“Ieri, il gruppo jihadista somalo ha dimostrato di essere ancora in grado di organizzare e portare a compimento attacchi su vasta scala nel cuore della capitale keniana”
14 morti e l’eliminazione di tutti i terroristi, dopo quasi 20 ore di assedio delle forze di sicurezza: questo è il bilancio dell’ennesimo attentato al complesso Dusit D2 di Nairobi a firma al Shabaab, che in Kenya aveva già lasciato una scia di sanguemolto grave. Un portavoce di al-Shabaab aveva rivendicato l’uccisione di 47 persone.
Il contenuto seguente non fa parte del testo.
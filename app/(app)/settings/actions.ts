"use server";

import { revalidatePath } from "next/cache";
import { updateProfile } from "@/lib/accounts/profile";
import type { FormState } from "@/lib/actions/form-state";
import { runAction } from "@/lib/actions/run-action";
import { createApiToken, revokeApiToken } from "@/lib/api-tokens";
import { setActiveCrewCookie } from "@/lib/auth/active-crew";
import { createCrew } from "@/lib/crews/members";
import { createApiTokenSchema } from "@/lib/validations/api-token";
import { profileSchema } from "@/lib/validations/auth";
import { createCrewSchema, idSchema } from "@/lib/validations/crew";
import { z } from "zod";

export async function updateProfileAction(_prev: FormState, form: FormData): Promise<FormState> {
  return runAction(form, profileSchema, async (actor, data) => {
    await updateProfile(actor, data);
    revalidatePath("/", "layout");
    return { status: "ok", message: "Saved." };
  });
}

export async function createCrewAction(_prev: FormState, form: FormData): Promise<FormState> {
  return runAction(form, createCrewSchema, async (actor, { name }) => {
    const crewId = await createCrew(actor, name);
    await setActiveCrewCookie(crewId);
    revalidatePath("/", "layout");
    return { status: "ok", message: `Crew “${name}” created; you lead it and it is now your active crew.` };
  });
}

export async function createApiTokenAction(_prev: FormState<{ token: string }>, form: FormData): Promise<FormState<{ token: string }>> {
  return runAction(form, createApiTokenSchema, async (actor, { name }) => {
    const { token } = await createApiToken(actor, name);
    revalidatePath("/settings/tokens");
    return { status: "ok", message: "Copy the token now: it is shown only this once.", result: { token } };
  });
}

export async function revokeApiTokenAction(_prev: FormState, form: FormData): Promise<FormState> {
  return runAction(form, z.object({ tokenId: idSchema }), async (actor, { tokenId }) => {
    await revokeApiToken(actor, tokenId);
    revalidatePath("/settings/tokens");
    return { status: "ok", message: "Token revoked." };
  });
}
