import { describe, expect, it } from "vitest";
import { requestPasswordReset, resetPassword } from "@/lib/accounts/password-reset";
import { Client } from "../helpers/http";
import { linkIn, mailsTo, tokenFromLink, waitForMail } from "../helpers/inbox";
import { newLead, testPassword, uniqueEmail } from "../helpers/people";

describe("password reset by e-mail", () => {
  it("mails a one-time link that sets a new password", async () => {
    const { email } = await newLead("reset");
    await requestPasswordReset(email);
    const link = linkIn(await waitForMail(email, /Reset your Sortie password/), "/reset/");
    const page = await new Client().get(new URL(link).pathname);
    expect(await page.text()).toContain("Choose a new password");

    await resetPassword(tokenFromLink(link), "a brand new passphrase");
    expect(await new Client().signIn(email, testPassword)).toBe("CredentialsSignin");
    expect(await new Client().signIn(email, "a brand new passphrase")).toBeNull();
    await expect(resetPassword(tokenFromLink(link), "yet another passphrase")).rejects.toThrow(/expired or was already used/);
  });

  // OWASP ASVS 4.0.3 V3.3.3: changing the password can end the other sessions; here it always does,
  // because a reset usually means the old password (and so its sessions) may be in other hands.
  it("ends every session signed in with the old password", async () => {
    const { email } = await newLead("reset-ends");
    const before = new Client();
    expect(await before.signIn(email, testPassword)).toBeNull();
    expect((await before.get("/api/me")).status).toBe(200);
    await requestPasswordReset(email);
    const link = linkIn(await waitForMail(email, /Reset your Sortie password/), "/reset/");
    await resetPassword(tokenFromLink(link), "a brand new passphrase");
    expect((await before.get("/api/me")).status).toBe(401);
    const after = new Client();
    // Sessions are compared at millisecond precision: one signed in right after the reset works.
    expect(await after.signIn(email, "a brand new passphrase")).toBeNull();
    expect((await after.get("/api/me")).status).toBe(200);
  });

  it("sends nothing for an unknown address", async () => {
    const ghost = uniqueEmail("ghost");
    await requestPasswordReset(ghost);
    expect(await mailsTo(ghost)).toEqual([]);
  });
});

describe("sign-out", () => {
  // OWASP ASVS 4.0.3 V3.3.1: logout invalidates the session token, so a copy of it (another tab,
  // a stolen cookie) cannot resume the session.
  it("ends the session on the server, so a copied cookie is refused", async () => {
    const { email } = await newLead("sign-out");
    const browser = new Client();
    expect(await browser.signIn(email, testPassword)).toBeNull();
    const copy = browser.withBase(browser.base);
    expect((await copy.get("/api/me")).status).toBe(200);
    const csrf = (await (await browser.get("/api/auth/csrf")).json()) as { csrfToken: string };
    const out = await browser.request("/api/auth/signout", {
      method: "POST",
      headers: { "content-type": "application/x-www-form-urlencoded" },
      body: new URLSearchParams({ csrfToken: csrf.csrfToken, json: "true" }).toString(),
    });
    expect(out.status).toBe(200);
    expect((await copy.get("/api/me")).status).toBe(401);
    // Signing in again opens a new session.
    const again = new Client();
    expect(await again.signIn(email, testPassword)).toBeNull();
    expect((await again.get("/api/me")).status).toBe(200);
  });
});

describe("sign-in rate limit", () => {
  it("blocks an account after repeated failures, even with the right password", async () => {
    const { email } = await newLead("limit");
    const c = new Client();
    for (let i = 0; i < 8; i++) expect(await c.signIn(email, "wrong password!")).toBe("CredentialsSignin");
    expect(await new Client().signIn(email, testPassword)).toBe("RateLimited");
  });
});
Bilancio delle vittime a parte, quel che davvero resta è la minaccia rappresentata dal gruppo jihadista nel Paese e in tutta l’area circostante. Con Marco Cochi, docente presso la Link Campus University e analista del think tank ‘Il Nodo di Gordio‘, proviamo a fare il punto sulla salute del movimento e sulla sua capacità di sconvolgere Paesi già politicamente deboli.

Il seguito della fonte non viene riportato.